**Your objective**
Transcribe word for word the lines below from the line with "of Leather ball" through the line with "nothing is removed.", ends included.
== Task inputs ==
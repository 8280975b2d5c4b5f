// Correcting and removing on a phone-sized Chromium with touch: a drop's time corrected with a reason and the C_d
// changing to the physics core's figure for the corrected series; the undo bar; a reading's time changed and the
// series picking up the reading now nearest its start; a series removed and restored. Screenshots of each changed
// screen go to reports/screens/fix/.
import { afterAll, beforeAll, describe, expect, it } from 'vitest';
import AxeBuilder from '@axe-core/playwright';
import { mkdirSync } from 'node:fs';
import type { Browser, Page } from 'playwright-core';
import { analyzeSeries, type AnalysisRequest } from '../../src/physics';
import { PHONE, baseUrl, collectErrors, expectVisible, haveChromium, launchBrowser } from './harness';

const SHOTS = 'reports/screens/fix';

// Our own invented scenario: a 210 g ball of 95 mm dropped from 12 m; two air readings of one morning.
const TIMES = [1.597, 1.601, 1.652, 1.594, 1.598];
const WARM = { temperature_C: 17.5, pressure_Pa: 96_120, pressure_reference: 'station' as const, relative_humidity_pct: 55 };
const COLD = { ...WARM, temperature_C: 4 };
const request = (times: number[], air = WARM): AnalysisRequest => ({
  site: { latitude_deg: 46.1, elevation_m: 430 },
  air,
  specimen: { mass_kg: 0.21, shape: 'sphere', diameter_m: 0.095 },
  drops: times.map((time_s) => ({ height_m: 12, time_s })),
  timing: { standard_uncertainty_s: 0.02, offset: 'none' },
  uncertainty: { height_m: 0.01, mass_kg: 0.0005, diameter_m: 0.0002, temperature_C: 0.3, pressure_Pa: 50, relative_humidity_pct: 3 },
});
const cdOf = (times: number[], air = WARM) => analyzeSeries(request(times, air)).drag_coefficient!.toFixed(3);

async function shot(page: Page, name: string): Promise<void> {
  await page.screenshot({ path: `${SHOTS}/${name}.png`, fullPage: true });
}

async function axe(page: Page, name: string): Promise<void> {
  const result = await new AxeBuilder({ page }).withTags(['wcag2a', 'wcag2aa']).analyze();
  expect(result.violations.map((v) => `${name}: ${v.id} ${v.nodes.map((n) => n.target.join(' ')).join(', ')}`)).toEqual([]);
}

/** An instant `minutes` from now as the page's local "YYYY-MM-DDTHH:MM" (what a datetime-local input takes). */
const localInput = (page: Page, minutes: number) =>
  page.evaluate((m) => {
    const d = new Date(Date.now() + m * 60_000);
    const p = (n: number) => String(n).padStart(2, '0');
    return `${d.getFullYear()}-${p(d.getMonth() + 1)}-${p(d.getDate())}T${p(d.getHours())}:${p(d.getMinutes())}`;
  }, minutes);

const box = (page: Page, name: RegExp | string) => page.getByRole('textbox', { name }).first();
const cd = (page: Page, value: string) => expectVisible(page.getByTestId('cd-value').getByText(value));

describe.skipIf(!haveChromium)('correcting, removing and undoing on the phone', () => {
  let browser: Browser;
  let page: Page;
  let errors: string[];
  beforeAll(async () => {
    mkdirSync(SHOTS, { recursive: true });
    browser = await launchBrowser();
    page = await (await browser.newContext(PHONE)).newPage();
    errors = collectErrors(page);
  });
  afterAll(async () => {
    await browser?.close();
  });

  it('sets up a day with two readings, a specimen and a series of five drops', async () => {
    await page.goto(`${baseUrl}/`);
    await expectVisible(page.getByRole('heading', { name: 'Start a test day' }));
    await box(page, 'Site name').fill('Quarry rim');
    await box(page, /^Latitude/).fill('46.1');
    await box(page, /^Longitude/).fill('7.05');
    await box(page, /^Elevation/).fill('430');
    await page.getByRole('button', { name: 'Start the day' }).click();
    await expectVisible(page.getByRole('heading', { name: 'Air readings' }));
    for (const [air, minutes] of [
      [WARM, null],
      [COLD, -180],
    ] as const) {
      await page.getByRole('button', { name: 'Add an air reading' }).click();
      await box(page, /^Air temperature/).fill(String(air.temperature_C));
      await box(page, /^Air pressure/).fill('961.2');
      await page.getByText('Read on site: the air pressure where we stand', { exact: true }).click();
      await box(page, /^Relative humidity/).fill('55');
      if (minutes !== null) await page.getByLabel('Time of the reading').fill(await localInput(page, minutes));
      if (minutes !== null) await shot(page, '01-reading-with-its-time');
      await page.getByRole('button', { name: 'Save reading' }).click();
      await expectVisible(page.getByRole('button', { name: 'Add an air reading' }));
    }
    await page.goto(`${baseUrl}/#/specimens/new`);
    await box(page, 'Name').fill('Leather ball 95 mm');
    await box(page, /^Mass/).fill('210');
    await box(page, /^Diameter/).fill('95');
    await page.getByRole('button', { name: 'Add to the catalogue' }).click();
    await expectVisible(page.getByText('Leather ball 95 mm'));
    await page.goto(`${baseUrl}/#/day`);
    await page.getByRole('button', { name: 'Start a series' }).click();
    await page.getByRole('button', { name: /Understood/ }).click();
    await box(page, /^Release height/).fill('12');
    await page.getByLabel('Timing method').selectOption('typed');
    await page.getByRole('button', { name: 'Start the series' }).click();
    for (const [i, t] of TIMES.entries()) {
      await box(page, /^Fall time/).fill(String(t));
      await page.getByRole('button', { name: `Add drop ${i + 1}` }).click();
      await expectVisible(page.getByRole('heading', { name: `Drop ${i + 2}` }));
    }
    await cd(page, cdOf(TIMES));
    // The series says which reading it uses: the warm one, taken just before it started.
    await expectVisible(page.getByTestId('series-reading').getByText(/nearest in time/));
  });

  it('corrects a drop time only with a reason, recomputes, and shows the old value in the history', async () => {
    await page.getByRole('button', { name: 'Correct or remove drop 3' }).click();
    await page.getByRole('button', { name: 'Correct drop 3' }).click();
    await box(page, /^Fall time/).nth(0);
    const group = page.getByRole('group', { name: 'Correct drop 3' });
    await group.getByRole('textbox', { name: /^Fall time/ }).fill('1.602');
    const save = group.getByRole('button', { name: 'Save the correction' });
    await expect(save.isDisabled()).resolves.toBe(true);
    await group.getByRole('textbox', { name: /Why the correction/ }).fill('typed 1.652 for 1.602');
    await shot(page, '02-drop-correction');
    await axe(page, 'drop correction');
    await save.click();
    const corrected = [...TIMES.slice(0, 2), 1.602, ...TIMES.slice(3)];
    await cd(page, cdOf(corrected));
    await expectVisible(page.locator('.undo-bar').getByText('Drop 3 corrected'));
    await shot(page, '03-corrected-with-undo-bar');
    await page.getByRole('button', { name: 'History of drop 3' }).click();
    await expectVisible(page.getByText('time: 1.652 s → 1.602 s'));
    await expectVisible(page.getByText('Why: typed 1.652 for 1.602'));
    await shot(page, '04-drop-history');
  });

  it('undoes the correction with one tap, as a new version', async () => {
    await page.getByRole('button', { name: 'Correct drop 3' }).click();
    const group = page.getByRole('group', { name: 'Correct drop 3' });
    await group.getByRole('textbox', { name: /^Note/ }).fill('gust at release');
    await group.getByRole('button', { name: 'Save the correction' }).click();
    await page.locator('.undo-bar').getByRole('button', { name: 'Undo' }).click();
    await expectVisible(page.locator('.undo-bar').getByText(/Undone: Drop 3 corrected/));
    const corrected = [...TIMES.slice(0, 2), 1.602, ...TIMES.slice(3)];
    await cd(page, cdOf(corrected));
    await page.getByRole('button', { name: 'History of drop 3' }).click();
    await expectVisible(page.getByText('note: gust at release → —'));
  });

  it('undoes an added drop', async () => {
    await box(page, /^Fall time/).fill('1.9');
    await page.getByRole('button', { name: 'Add drop 6' }).click();
    await expectVisible(page.locator('.undo-bar').getByText('Drop 6 added: 1.900 s'));
    await page.locator('.undo-bar').getByRole('button', { name: 'Undo' }).click();
    await expectVisible(page.getByRole('heading', { name: 'Drop 6' }));
    expect(await page.locator('table.drops tbody tr').count()).toBe(5);
  });

  it('moves a reading’s time and the series picks up the reading now nearest its start', async () => {
    await page.getByRole('link', { name: /Quarry rim/ }).click();
    const warm = page.locator('summary', { hasText: '17.5' });
    await warm.click();
    await page.getByRole('button', { name: /^Correct the reading of/ }).first().click();
    await page.getByLabel('Time of the reading').fill(await localInput(page, -300));
    await shot(page, '05-reading-time-correction');
    await axe(page, 'reading correction');
    await page.getByRole('button', { name: 'Save the correction' }).click();
    await page.locator('a.row-link').first().click();
    const corrected = [...TIMES.slice(0, 2), 1.602, ...TIMES.slice(3)];
    await cd(page, cdOf(corrected, COLD));
    await expectVisible(page.getByTestId('series-reading').getByText(/nearest in time, 1\d\d min before the start/));
    await shot(page, '06-series-picks-the-nearer-reading');
  });

  it('removes a series with a reason and restores it', async () => {
    await page.getByRole('button', { name: 'Remove this series' }).click();
    await box(page, 'Why remove this series?').fill('wrong specimen picked');
    await page.getByRole('button', { name: 'Remove it' }).click();
    await expectVisible(page.getByRole('heading', { name: 'Removed' }));
    await expectVisible(page.getByText(/removed: wrong specimen picked/));
    await expect(page.locator('a.row-link').count()).resolves.toBe(0);
    await shot(page, '07-series-removed');
    await axe(page, 'removed list');
    await page.getByRole('button', { name: /^Restore series/ }).click();
    await box(page, /^Why restore series/).fill('it was the right ball');
    await page.getByRole('button', { name: 'Restore it' }).click();
    await expectVisible(page.locator('a.row-link'));
    await page.locator('a.row-link').first().click();
    const corrected = [...TIMES.slice(0, 2), 1.602, ...TIMES.slice(3)];
    await cd(page, cdOf(corrected, COLD));
    expect(await page.locator('table.drops tbody tr').count()).toBe(5);
    await page.getByRole('button', { name: 'History of this series' }).click();
    await expectVisible(page.getByText('Why: it was the right ball'));
    await shot(page, '08-series-restored-history');
  });

  it('removes the whole day with a reason and restores it from the Log', async () => {
    await page.getByRole('link', { name: /Quarry rim/ }).click();
    await page.getByText('Correct the day or the site').click();
    await page.getByRole('button', { name: 'Remove this day' }).click();
    await box(page, 'Why remove this day?').fill('wrong site chosen');
    await shot(page, '09-day-remove');
    await page.getByRole('button', { name: 'Remove it' }).click();
    await expectVisible(page.getByRole('heading', { name: 'Removed days' }));
    // The only day is gone: the Log says so and where it can come back from, not that the log is empty.
    await expectVisible(page.getByText(/No day is left in the log: the one day was removed/));
    await shot(page, '10-log-removed-days');
    await axe(page, 'removed days');
    await page.getByRole('button', { name: /^Restore day/ }).click();
    await box(page, /^Why restore day/).fill('right site after all');
    await page.getByRole('button', { name: 'Restore it' }).click();
    await page.locator('a.row-link', { hasText: 'Quarry rim' }).click();
    await page.locator('a.row-link').first().click();
    const corrected = [...TIMES.slice(0, 2), 1.602, ...TIMES.slice(3)];
    await cd(page, cdOf(corrected, COLD));
    await page.goto(`${baseUrl}/#/specimens`);
    await page.getByRole('link', { name: /Leather ball/ }).click();
    await page.getByRole('button', { name: 'History of Leather ball 95 mm' }).click();
    await expectVisible(page.getByText('created'));
    await shot(page, '11-specimen-history');
    expect(errors).toEqual([]);
  });

  it('lists the sites in the Log, refuses to remove one a day still uses, and says why', async () => {
    await page.goto(`${baseUrl}/#/log`);
    await expectVisible(page.getByRole('heading', { name: 'Sites' }));
    await page.getByLabel(/^Site Quarry rim/).click();
    await page.getByRole('button', { name: /^Remove the site Quarry rim/ }).click();
    await box(page, /^Why remove the site Quarry rim/).fill('typed twice');
    await page.getByRole('button', { name: 'Remove it' }).click();
    // The store refuses: the day is still at this site, and nothing is removed.
    await expectVisible(page.getByText(/The site “Quarry rim” is still used by 1 day \(\d{4}-\d\d-\d\d\); change or remove it first/));
    await shot(page, '12-log-sites-in-use');
    await axe(page, 'sites in the log');
    expect(errors).toEqual([]);
  });
});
===
**Expected output**
    await page.getByRole('button', { name: 'History of Leather ball 95 mm' }).click();
    await expectVisible(page.getByText('created'));
    await shot(page, '11-specimen-history');
    expect(errors).toEqual([]);
  });

  it('lists the sites in the Log, refuses to remove one a day still uses, and says why', async () => {
    await page.goto(`${baseUrl}/#/log`);
    await expectVisible(page.getByRole('heading', { name: 'Sites' }));
    await page.getByLabel(/^Site Quarry rim/).click();
    await page.getByRole('button', { name: /^Remove the site Quarry rim/ }).click();
    await box(page, /^Why remove the site Quarry rim/).fill('typed twice');
    await page.getByRole('button', { name: 'Remove it' }).click();
    // The store refuses: the day is still at this site, and nothing is removed.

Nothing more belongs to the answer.